The right to a name is a personal right regulated by the personal law of the individual it pertains to (articles 25, 27 nº1, 31 nº1, and 72 of the Civil Registration Code). The name fixed in the birth certificate is based on stability (section 1 of article 104 of the Civil Registration Code) – a principle that, in addition to the interests of the individual, aims to protect public order values and interests.
However, the law recognizes the possibility for each spouse, by marriage, to change their name by adopting the other's surname, adding them or inserting them, respecting the qualitative and quantitative limitations expressly stated in article 1677 of the Civil Code.
Thus, when two people marry, they have the option of changing or not changing their names. The spouse who decides to add the other's surname must keep their own surnames, only being able to add the other's surnames, with a maximum of two.

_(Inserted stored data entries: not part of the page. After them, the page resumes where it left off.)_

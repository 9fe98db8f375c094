"""Bloch index, group index, dispersion and decay of layered media against the relation of Yeh, Yariv and Hong."""
import math
import unittest

import mpmath

from drive import check, stack, table
from index_answers import DB_PER_NEPER, SPEED_OF_LIGHT, k0_of, mode_of, points_of
from test_stacks import half_trace, luke, malitson

REFERENCE = table('index')
FINE = '--accuracy=1e-8'

# On 24 and more steps to a pitch errors h², h⁴ and h⁶ are removed: what is left is below this.
EXACT = 1e-9


def wavenumber(layers_at, wavelength, pitch):
    """K of the wave below and inside the first gap, 1/µm: complex, Im K > 0."""
    cosine = half_trace(layers_at(wavelength), wavelength)
    phase = mpmath.acos(cosine)
    return mpmath.mpc(mpmath.re(phase), abs(mpmath.im(phase))) / pitch


def nitride_layers(w):
    return [(luke(w), mpmath.mpf('0.2')), (malitson(w), mpmath.mpf('0.25'))]


def nitride_problem(polarization):
    return {'format': 1, 'light': {'polarization': polarization},
            'materials': {'nitride': {'catalogue': 'nitride'}, 'oxide': {'catalogue': 'silica'}},
            'cell': {'pitch_nm': 450, 'cladding': 'oxide', 'lateral': 'uniform', 'shapes': [
                {'stripe': {'fill': 'nitride', 'across': 'z', 'from_nm': 0, 'to_nm': 200}}]}}


class Constant(unittest.TestCase):
    def test_crossing_light(self):
        for case in REFERENCE['crossing']:
            half = case['pitch'] / 2
            for polarization in ('ey', 'hy'):
                with self.subTest(pitch=case['pitch'], polarization=polarization):
                    mode = mode_of(stack([(3.476, half), (1.444, half)], polarization), FINE, wavelength_nm=1550)
                    if 'index' in case:
                        check(self, 'index', mode['bloch_index'], case['index'], EXACT, digits=case['digits'])
                        self.assertEqual(mode['regime'], 'subwavelength')
                    else:
                        check(self, 'decay', mode['loss_db_per_pitch'], case['db_per_pitch'], EXACT,
                              digits=case['digits'])
                        # The real part stands at the zone edge.
                        self.assertAlmostEqual(mode['bloch_index']['value'], 1550 / (2 * case['pitch']), delta=1e-12)
                        self.assertEqual(mode['regime'], 'stop-band')
                        self.assertIsNone(mode['group_index']['value'])

    def test_mirror(self):
        case = REFERENCE['mirror']
        for polarization in ('ey', 'hy'):
            problem = stack(case['layers'], polarization)
            passing, stopped = case['passing'], case['stopped']
            mode = mode_of(problem, FINE, wavelength_nm=passing['wavelength'])
            check(self, 'passing', mode['bloch_index'], passing['real_k_per_um'] / k0_of(passing['wavelength']), EXACT)
            mode = mode_of(problem, FINE, wavelength_nm=stopped['wavelength'])
            check(self, 'stopped', mode['loss_db_per_pitch'],
                  DB_PER_NEPER * stopped['decay_per_um'] * problem['cell']['pitch_nm'] / 1000, EXACT)


class Dispersive(unittest.TestCase):
    """Catalogue silica and nitride: their formulas are written out in test_stacks.py."""

    def test_index_group_index_dispersion(self):
        pitch = 0.45
        wavelengths = [1750, 1850, 2100]

        def group(w):
            return mpmath.diff(lambda k0: wavenumber(nitride_layers, 2 * mpmath.pi / k0, pitch).real,
                               2 * mpmath.pi / w)

        for polarization in ('ey', 'hy'):
            points = points_of(nitride_problem(polarization), FINE, wavelength_nm=wavelengths)
            for wavelength, point in zip(wavelengths, points):
                with self.subTest(polarization=polarization, wavelength=wavelength), mpmath.workdps(30):
                    [mode] = point['modes']
                    w = mpmath.mpf(wavelength) / 1000
                    index = float(wavenumber(nitride_layers, w, pitch).real / (2 * mpmath.pi / w))
                    check(self, 'index', mode['bloch_index'], index, EXACT)
                    check(self, 'group index', mode['group_index'], float(group(w)), 1e-7)
                    # By differences over ±0.2 % of the frequency: what remains is of fourth order and rounding.
                    dispersion = float(mpmath.diff(group, w)) / SPEED_OF_LIGHT * 1e6
                    check(self, 'dispersion', mode['dispersion_ps_per_nm_km'], dispersion, 1e-5)

    def test_decay_in_the_gap(self):
        pitch, wavelengths = 0.45, [1450, 1500, 1560]
        for polarization in ('ey', 'hy'):
            points = points_of(nitride_problem(polarization), FINE, wavelength_nm=wavelengths)
            for wavelength, point in zip(wavelengths, points):
                [mode] = point['modes']
                k = wavenumber(nitride_layers, mpmath.mpf(wavelength) / 1000, pitch)
                self.assertGreater(k.imag, 0)
                check(self, f'decay at {wavelength}', mode['loss_db_per_pitch'],
                      float(k.imag) * pitch * DB_PER_NEPER, EXACT)


class Bars(unittest.TestCase):
    def test_coarse_answers_are_honest(self):
        # At the least accuracy the bars are wide, and hold.
        for polarization in ('ey', 'hy'):
            for pitch in (100, 200):
                layers = [(3.476**2, pitch / 2000), (1.444**2, pitch / 2000)]
                k = wavenumber(lambda w, s=layers: s, 1.55, pitch / 1000)
                mode = mode_of(stack([(3.476, pitch / 2), (1.444, pitch / 2)], polarization), '--accuracy=1e-2',
                               wavelength_nm=1550)
                check(self, 'coarse', mode['bloch_index'], float(k.real) / k0_of(1550), 1e-5)


if __name__ == '__main__':
    unittest.main()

This right is granted to both men and women, meaning both may or may not adopt the other's surname, with no distinction between them.
The spouse must express this intention at the time of marriage, although they can do so later through a request to the civil registry office.
In the event of divorce, the added surname may only be retained if the ex-spouse consents or if there is a judicial decision determining this, considering the reasons presented (article 1677-B of the Civil Code and article 104 nº6 of the Civil Registration Code). The surname will be lost if nothing is done or decided otherwise.
A person who retains the surname of the other spouse can keep it even if they marry again, provided they declare this intention before entering into a new marriage, as sometimes happens in the case of second marriages after widowhood – according to article 1677 nº2 of the Civil Code.